Spectral Autocorrelation-Based Approaches
In this approach the objective is to construct n aggregated bands from the raw hyperspectral bands available, utilizing spectral information only (i.e., the spatial component is not considered). These aggregated bands are constructed by averaging adjacent bands together. The aggregated bands need not use all raw bands and may consist of individual raw bands. The methods used to achieve this reduction in band complexity can be grouped into two broad classes: (1) optimization with distance metrics (e.g., divergence) and (2) basis function optimization. These two approaches are summarized below.
Optimization with Distance Metrics
Optimization of distance matrices (e.g. divergence) is based on the idea that, for a given set of n bands, it is possible to effectively measure the discriminating power, or degree of separation, between the bands for a specific target detection problem. The user provides (or picks out from a image) a set of spectra for both the target (e.g., tanks) and background (e.g., vegetation) and the algorithm performs an optimization search to find the best set of bands which separate the target from the background class(s).

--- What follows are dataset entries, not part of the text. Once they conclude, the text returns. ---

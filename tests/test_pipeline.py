"""The jobs glued from the stages (takescribe.jobs.pipeline), checked end to end on held-out pieces.

Outside references: mido's reading of the Standard MIDI File (note times in seconds from the
tempo map, SMF 1.0 semantics), mir_eval's transcription metrics (Raffel et al., ISMIR 2014) and
the corpus's ground truth (fixtures/README.md).
"""

from __future__ import annotations

import json
import warnings

import mido
import mir_eval
import numpy as np
import pytest

from takescribe.alignment.align import AlignmentWarning
from takescribe.audio.load import load_audio
from takescribe.export.noteio import read_maps, write_maps
from takescribe.jobs.pipeline import evaluate_files, transcribe_file, transcribe_take
from takescribe.reference.part import load_reference

from conftest import FIXTURES

CORPUS = FIXTURES / "corpus"
INDEX = {e["name"]: e for e in json.loads((CORPUS / "index.json").read_text(encoding="utf-8"))}
# held-out pieces only (fixtures/README.md: no piece is in both splits); floors are the onset F
# measured on 2026-12-05 minus 0.05 (clarinet 0.952, chorale 0.860)
FLOORS = {"melody_clarinet_tune": 0.90, "piano_chorale_bwv269": 0.81}


def _mir_eval_onset_f(ref, est) -> float:
    ri = np.array([[n.onset, n.offset] for n in ref])
    ei = np.array([[n.onset, n.offset] for n in est]).reshape(-1, 2)
    rp = mir_eval.util.midi_to_hz(np.array([n.pitch for n in ref], dtype=float))
    ep = mir_eval.util.midi_to_hz(np.array([n.pitch for n in est], dtype=float))
    return mir_eval.transcription.precision_recall_f1_overlap(ri, rp, ei, ep, offset_ratio=None)[2]


def _mido_notes(path):
    """(onset, offset, pitch) in seconds as mido plays the file (tempo map applied by mido)."""
    now, sounding, out = 0.0, {}, []
    for msg in mido.MidiFile(str(path)):
        now += msg.time
        if msg.type == "note_on" and msg.velocity > 0:
            sounding.setdefault((msg.channel, msg.note), []).append(now)
        elif msg.type in ("note_off", "note_on"):  # SMF: note-on with velocity 0 is a note-off
            starts = sounding.get((msg.channel, msg.note))
            if starts:
                out.append((starts.pop(0), now, msg.note))
    return sorted(out)


@pytest.mark.parametrize("name", sorted(FLOORS))
def test_transcribe_file_writes_the_draft_it_computed(tmp_path, name):
    entry = INDEX[name]
    assert entry["split"] == "heldout"
    with warnings.catch_warnings():
        warnings.simplefilter("ignore")
        out = transcribe_file(CORPUS / entry["files"]["audio"], midi_path=tmp_path / "draft.mid",
                              notes_path=tmp_path / "draft.txt", instrument=entry["instrument_program"])
    notes = out.transcription.notes
    assert _mir_eval_onset_f(read_maps(CORPUS / entry["files"]["notes"]), notes) >= FLOORS[name]
    # the MIDI file holds the performed timing: mido's reading gives the draft's notes back
    # (within one tick at the file's resolution)
    read = _mido_notes(tmp_path / "draft.mid")
    assert len(read) == len(notes)
    ticks = mido.MidiFile(str(tmp_path / "draft.mid")).ticks_per_beat
    for (onset, offset, pitch), note in zip(read, sorted((n.onset, n.offset, n.pitch) for n in notes)):
        assert pitch == note[2]
        assert onset == pytest.approx(note[0], abs=60 / 30 / ticks + 1e-3)
    # the note list is the MAPS text of the same notes (MAPS text keeps onset, offset and pitch,
    # to the microsecond; velocities are not part of the format)
    listed = read_maps(tmp_path / "draft.txt")
    expected = sorted(notes, key=lambda n: (n.onset, n.pitch))
    assert [n.pitch for n in listed] == [n.pitch for n in expected]
    np.testing.assert_allclose([[n.onset, n.offset] for n in listed], [[n.onset, n.offset] for n in expected],
                               atol=1e-6)


def test_evaluate_files_equals_mir_eval(tmp_path):
    entry = INDEX["piano_chorale_bwv269"]
    ref = read_maps(CORPUS / entry["files"]["notes"])
    rng = np.random.default_rng(5)
    est = [n.__class__(max(0.0, n.onset + float(rng.normal(0, 0.04))), n.offset + 0.1, n.pitch)
           for n in ref if rng.random() > 0.15]
    write_maps(est, tmp_path / "est.txt")
    scores = evaluate_files(tmp_path / "est.txt", CORPUS / entry["files"]["notes"])
    # reference: mir_eval.transcription.precision_recall_f1_overlap, onsets only, 50 ms / 50 cents
    assert scores["onset.f_measure"] == pytest.approx(_mir_eval_onset_f(ref, read_maps(tmp_path / "est.txt")),
                                                         abs=1e-9)


def test_a_part_of_another_piece_is_not_used_as_a_prior():
    # a clarinet tune given the part of a piano chorale: the alignment says they do not belong
    # together, so the job warns and transcribes blind (a wrong prior would invent notes)
    tune = INDEX["melody_clarinet_tune"]
    y, sr = load_audio(CORPUS / tune["files"]["audio"], sr=22050)
    other = load_reference(CORPUS / INDEX["piano_chorale_bwv269"]["files"]["score"])
    with pytest.warns(AlignmentWarning, match="does not seem to match"):
        result, alignment = transcribe_take(y, sr, instrument=tune["instrument_program"], reference=other)
    blind, _ = transcribe_take(y, sr, instrument=tune["instrument_program"])
    assert alignment is not None and [n.pitch for n in result.notes] == [n.pitch for n in blind.notes]
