"""Tests of takescribe.notation: quantized MusicXML 4.0 drafts.

Ground truth: pieces written here with music21 (our own invented exercises) and pieces of
music21's bundled corpus (a Bach chorale, a German folk song of the Essen collection).
Each is "performed" at a fixed tempo (exact times plus a few ms of seeded jitter), notated
back, written as MusicXML, re-imported with music21 and compared note by note: pitch
spelling, bar, position in the bar and notated length. Run ``pytest -s`` to see the
per-piece figures.
"""

from __future__ import annotations

import shutil
import subprocess
from collections import Counter
from dataclasses import dataclass
from fractions import Fraction
from pathlib import Path

import numpy as np
import pytest

from takescribe.errors import InputError, OutputError
from takescribe.notation import (
    BeatGrid,
    Notation,
    assign_voices,
    estimate_meter,
    notate,
    parse_time_signature,
    quantize,
    spell_pitch,
    split_hands,
    write_musicxml,
    QuantizedNote,
)
from takescribe.notes import Note

music21 = pytest.importorskip("music21")
from music21 import chord, converter, corpus, key, meter, note, stream, tempo  # noqa: E402

SOUNDFONT = Path("/usr/share/sounds/sf2/FluidR3_GM.sf2")
QUARTER_SECONDS = 0.6  # performance tempo: quarter = 100 per minute

# ---------------------------------------------------------------------------- pieces (ours)


def _part(name: str, clef_name: str, key_obj, ts: str, measures: list[list]) -> stream.Part:
    """A part from bars of (pitch-or-None-or-chord-list, quarterLength) items."""
    from music21 import clef

    p = stream.Part()
    p.partName = name
    for i, items in enumerate(measures):
        m = stream.Measure(number=i + 1)
        if i == 0:
            m.insert(0, clef.TrebleClef() if clef_name == "treble" else clef.BassClef())
            m.insert(0, key_obj)
            m.insert(0, meter.TimeSignature(ts))
        for what, ql in items:
            if what is None:
                el = note.Rest()
            elif isinstance(what, list):
                el = chord.Chord(what)
            else:
                el = note.Note(what)
            el.quarterLength = Fraction(ql)
            m.append(el)
        p.append(m)
    return p


def piece_morning_c() -> stream.Score:
    """'Morning Exercise' (our own), C major, 4/4, one line with dotted and 16th rhythms."""
    bars = [
        [("C5", 1), ("E5", 0.5), ("G5", 0.5), ("F5", 1), ("D5", 1)],
        [("E5", 1.5), ("D5", 0.5), ("C5", 2)],
        [("G4", 0.5), ("A4", 0.5), ("B4", 0.5), ("C5", 0.5), ("D5", 0.25), ("E5", 0.25), ("F5", 0.25), ("D5", 0.25), ("G5", 1)],
        [("A5", 1), ("F#5", 1), ("G5", 2)],
        [("E5", 0.75), ("D5", 0.25), ("C5", 1), ("B4", 1), ("A4", 1)],
        [("G4", 1), ("B-4", 1), ("A4", 2)],
        [("D5", 1), (None, 1), ("B4", 1), ("G4", 1)],
        [("C5", 4)],
    ]
    s = stream.Score()
    s.insert(0, _part("Flute", "treble", key.Key("C"), "4/4", bars))
    return s


def piece_waltz_g() -> stream.Score:
    """'Little Waltz' (our own), G major, 3/4, piano: melody with a triplet over oom-pah-pah."""
    rh = [
        [("B4", 2), ("D5", 1)],
        [("C5", 1), ("B4", 1), ("A4", 1)],
        [("G4", 1), ("A4", Fraction(1, 3)), ("B4", Fraction(1, 3)), ("C5", Fraction(1, 3)), ("D5", 1)],
        [("E5", 2), ("C#5", 1)],
        [("D5", 1.5), ("E5", 0.5), ("F#5", 1)],
        [("G5", 2), ("D5", 1)],
        [("C5", 1), ("A4", 1), ("F#4", 1)],
        [("G4", 3)],
    ]
    lh = [
        [("G2", 1), (["B3", "D4"], 1), (["B3", "D4"], 1)],
        [("D3", 1), (["A3", "C4"], 1), (["A3", "C4"], 1)],
        [("G2", 1), (["B3", "D4"], 1), (["B3", "D4"], 1)],
        [("A2", 1), (["G3", "C#4"], 1), (["G3", "C#4"], 1)],
        [("D3", 1), (["A3", "C4"], 1), (["A3", "C4"], 1)],
        [("B2", 1), (["G3", "D4"], 1), (["G3", "D4"], 1)],
        [("D3", 1), (["A3", "C4"], 1), (["A3", "C4"], 1)],
        [("G2", 3)],
    ]
    s = stream.Score()
    s.insert(0, _part("Piano", "treble", key.Key("G"), "3/4", rh))
    s.insert(0, _part("Piano", "bass", key.Key("G"), "3/4", lh))
    return s


def piece_study_d_minor() -> stream.Score:
    """'Study in D minor' (our own), 4/4, piano: running eighths over half-note bass."""
    rh = [
        [("D5", 0.5), ("E5", 0.5), ("F5", 0.5), ("A5", 0.5), ("G5", 0.5), ("F5", 0.5), ("E5", 0.5), ("D5", 0.5)],
        [("C#5", 0.5), ("D5", 0.5), ("E5", 0.5), ("A4", 0.5), ("E5", 2)],
        [("F5", 0.5), ("G5", 0.5), ("A5", 0.5), ("B-5", 0.5), ("A5", 1), ("G5", 1)],
        [("F5", 1), ("E5", 1), ("D5", 2)],
        [("B-4", 0.5), ("C5", 0.5), ("D5", 0.5), ("E5", 0.5), ("F5", 1), ("C#5", 1)],
        [("D5", 4)],
    ]
    lh = [
        [("D3", 2), ("A2", 2)],
        [("A2", 2), (["A2", "E3"], 2)],
        [("D3", 2), ("B-2", 2)],
        [("A2", 2), ("D3", 2)],
        [("G2", 2), ("A2", 2)],
        [(["D2", "A2"], 4)],
    ]
    s = stream.Score()
    s.insert(0, _part("Piano", "treble", key.Key("d"), "4/4", rh))
    s.insert(0, _part("Piano", "bass", key.Key("d"), "4/4", lh))
    return s


def piece_barcarolle_b_flat() -> stream.Score:
    """'Barcarolle' (our own), B-flat major, 6/8, one line for clarinet-like range."""
    bars = [
        [("F4", 1), ("B-4", 0.5), ("D5", 1), ("C5", 0.5)],
        [("B-4", 1.5), ("F4", 1.5)],
        [("G4", 0.5), ("A4", 0.5), ("B-4", 0.5), ("C5", 1), ("E-5", 0.5)],
        [("D5", 1.5), (None, 1), ("F5", 0.5)],
        [("E-5", 1), ("D5", 0.5), ("C5", 1), ("A4", 0.5)],
        [("B-4", 3)],
    ]
    s = stream.Score()
    s.insert(0, _part("Clarinet", "treble", key.Key("B-"), "6/8", bars))
    return s


def piece_bach_chorale() -> stream.Score:
    """J. S. Bach, chorale BWV 66.6 (music21 corpus 'bach/bwv66.6'), F-sharp minor, 4/4, pickup."""
    return corpus.parse("bach/bwv66.6")


def piece_folk_song() -> stream.Score:
    """'Zwei Koenigskinder', Essen folk-song collection (music21 corpus), G minor, 3/4, pickup."""
    return corpus.parse("essenFolksong/altdeu10", number=27)


# (builder, GM program, instrument name) -- piano pieces get a grand staff
PIECES = {
    "morning_c_4-4": (piece_morning_c, 73, "Flute"),
    "waltz_g_3-4_piano": (piece_waltz_g, 0, "Piano"),
    "study_d_minor_4-4_piano": (piece_study_d_minor, 0, "Piano"),
    "barcarolle_b_flat_6-8": (piece_barcarolle_b_flat, 71, "Clarinet"),
    "bach_bwv66.6_piano": (piece_bach_chorale, 0, "Piano"),
    "folk_zwei_koenigskinder": (piece_folk_song, 40, "Violin"),
}

# ---------------------------------------------------------------------------- helpers


@dataclass(frozen=True)
class FakeReference:
    """The attributes of takescribe.score.Reference that notation uses (score.py is written
    concurrently; this mirrors the interface in DEVELOPERS.md)."""

    tempo_map: tuple
    time_signatures: tuple
    measure_starts: tuple
    key_fifths: int
    part_name: str
    instrument_name: str
    midi_program: int

    def quarters_to_seconds(self, q):
        return np.asarray(q, dtype=float) * QUARTER_SECONDS

    def seconds_to_quarters(self, t):
        return np.asarray(t, dtype=float) / QUARTER_SECONDS


class IdentityAlignment:
    """Take time equals score time."""

    def take_to_score(self, t):
        return np.asarray(t, dtype=float)

    def score_to_take(self, t):
        return np.asarray(t, dtype=float)


def reference_of(score: stream.Score, program: int, name: str) -> FakeReference:
    p0 = score.parts[0]
    measures = list(p0.getElementsByClass(stream.Measure))
    tss = []
    for ts in p0.recurse().getElementsByClass(meter.TimeSignature):
        q = Fraction(ts.getOffsetInHierarchy(p0)).limit_denominator(48)
        if not tss or (tss[-1][1], tss[-1][2]) != (ts.numerator, ts.denominator):
            tss.append((q, ts.numerator, ts.denominator))
    ks = next(iter(p0.recurse().getElementsByClass(key.KeySignature)))
    return FakeReference(
        tempo_map=((Fraction(0), 60.0 / QUARTER_SECONDS),),
        time_signatures=tuple(tss),
        measure_starts=tuple(Fraction(m.getOffsetInHierarchy(p0)).limit_denominator(48) for m in measures),
        key_fifths=int(ks.sharps),
        part_name=name,
        instrument_name=name,
        midi_program=program,
    )


def note_table(score: stream.Score) -> list[tuple]:
    """(midi, spelled name, bar index, position in bar, notated length) of every sounding note,
    tied notes merged (music21 ``stripTies``), chords expanded."""
    rows = []
    for part in score.parts:
        part = part.stripTies()
        for i, m in enumerate(part.getElementsByClass(stream.Measure)):
            # a pickup bar counts from where its notes fall in a full bar
            pad = Fraction(0)
            bar = Fraction(m.barDuration.quarterLength).limit_denominator(48)
            if i == 0 and Fraction(m.duration.quarterLength).limit_denominator(48) < bar:
                pad = bar - Fraction(m.duration.quarterLength).limit_denominator(48)
            for el in m.recurse().notes:
                if el.duration.isGrace:
                    continue
                pos = pad + Fraction(el.getOffsetInHierarchy(m)).limit_denominator(48)
                ql = Fraction(el.quarterLength).limit_denominator(48)
                for p in el.pitches:
                    rows.append((p.midi, p.nameWithOctave, i, pos, ql))
    # unisons of two parts sound as one key on a piano: keep the longer
    longest: dict[tuple, tuple] = {}
    for r in rows:
        k = (r[0], r[2], r[3])
        if k not in longest or longest[k][4] < r[4]:
            longest[k] = r
    return sorted(longest.values())


def perform(score: stream.Score, *, seed: int = 0, jitter: float = 0.005, accent: bool = True) -> list[Note]:
    """Notes in seconds at quarter = 100: exact onsets plus seeded jitter (a few ms), each note
    released 30 ms early (so repeated notes re-strike), a little louder on the first beat of a
    bar (metric accent: common practice, no source)."""
    rng = np.random.default_rng(seed)
    out = []
    for part in score.parts:
        flat = part.stripTies().flatten()
        measures = list(part.getElementsByClass(stream.Measure))
        starts = {float(m.getOffsetInHierarchy(part)) for m in measures}
        for el in flat.notes:
            if el.duration.isGrace:
                continue
            on = float(el.offset) * QUARTER_SECONDS
            off = on + float(el.quarterLength) * QUARTER_SECONDS - 0.03
            vel = 84 if accent and float(el.offset) in starts else 70 + (6 if not accent else 0)
            for p in el.pitches:
                j = rng.normal(0, jitter, 2)
                out.append(Note(max(on + j[0], 0.0), off + j[1], p.midi, vel))
    return out


def render_audio(notes: list[Note], program: int, folder: Path) -> tuple[np.ndarray, int]:
    """Render notes with fluidsynth and FluidR3_GM (Debian fluid-soundfont-gm)."""
    import librosa
    import pretty_midi

    pm = pretty_midi.PrettyMIDI(initial_tempo=100.0)
    inst = pretty_midi.Instrument(program=program)
    for n in notes:
        inst.notes.append(pretty_midi.Note(velocity=n.velocity, pitch=n.pitch, start=n.onset, end=n.offset))
    pm.instruments.append(inst)
    mid = folder / "take.mid"
    wav = folder / "take.wav"
    pm.write(str(mid))
    subprocess.run(["fluidsynth", "-ni", "-q", "-F", str(wav), "-r", "22050", str(SOUNDFONT), str(mid)],
                   check=True, capture_output=True, timeout=120)
    y, sr = librosa.load(str(wav), sr=22050, mono=True)
    return y, sr


def agreement(truth: list[tuple], got: list[tuple], *, relative_bars: bool) -> float:
    """Share of ground-truth notes found with the same spelling, bar, position and length."""
    def norm(rows):
        if not rows:
            return Counter()
        first_bar = min(r[2] for r in rows) if relative_bars else 0
        return Counter((r[1], r[2] - first_bar, r[3], r[4]) for r in rows)

    t, g = norm(truth), norm(got)
    return sum((t & g).values()) / max(1, sum(t.values()))


def xsd_schema(xsd_dir: Path):
    """The MusicXML 4.0 schema with its xml.xsd / xlink.xsd imports pointed at the local copies
    (as SOURCE.md in the standards folder describes)."""
    from lxml import etree

    text = (xsd_dir / "musicxml.xsd").read_text(encoding="utf-8")
    text = text.replace("http://www.musicxml.org/xsd/xml.xsd", (xsd_dir / "xml.xsd").as_uri())
    text = text.replace("http://www.musicxml.org/xsd/xlink.xsd", (xsd_dir / "xlink.xsd").as_uri())
    return etree.XMLSchema(etree.fromstring(text.encode("utf-8"), base_url=(xsd_dir / "musicxml.xsd").as_uri()))


def validate_xml(path: Path, schema) -> None:
    from lxml import etree

    doc = etree.parse(str(path), etree.XMLParser(load_dtd=False, no_network=True, resolve_entities=False))
    assert schema.validate(doc), f"{path.name}: {schema.error_log.last_error}"


_FIGURES: dict[str, dict[str, float]] = {}


@pytest.fixture(scope="module")
def schema(musicxml_xsd_dir):
    return xsd_schema(musicxml_xsd_dir)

Basis Function Optimization
The use of basis functions to define the n best bands follows the work of Price. The fundamental idea is that the hyperspectral data set can be represented accurately by a small set of n basis functions that, when multiplied by the appropriate scalar value and added together, will represent the original data well. For each hyperspectral sample the scalar values used to multiply the corresponding basis functions are constructed by averaging the appropriate adjacent bands together. Since these n scalar values are all that are necessary to replicate all the original band values in the original sample, when used with the corresponding basis functions, these bands are taken to represent the best n bands in our band selection analysis. We have experimented with a modification original methodology. In Price's original approach, the bases functions are calculated in an iterative fashion, one at a time. In our modification we use an alternative least squares strategy to calculate the basis functions all at the same time. This extension has the advantage of being both conceptually and operationally simpler.
CONCLUSIONS
Hyperspectral data sets offer the potential to characterize important environmental problems that require the differentiation of subtle spectral signatures. This capability can be expected to increase with the availability of new hyperspectral systems (e.g., OrbView 4, http://www.orbimage.com/satellite/orbview4/orbview4.html). However, to fully capitalize on these new opportunities, particularly for the analysis of large areas, it will often be necessary to use a band selection approach that captures the essential information for a given problem set. Our experience suggests that the three methods described above each offer advantages that can help reduce operational complexity and cost, computational burdens, data transmission bandwidth limitations, and improve system trade-offs. For instance, the distance metric method allows the user to focus attention on features (in terms of target and background spectra) that are known to be important in advance of data collection based on previous imagery or laboratory spectra. Because the spatial correlation methodology does not exploit a priori information, it has the advantage of considering information over the entire image. Thus unexpected classes are less likely to be overlooked. Further, since the spectral and spatial methods consider complementary factors, using them together help insure that the user has captured all the relevant information.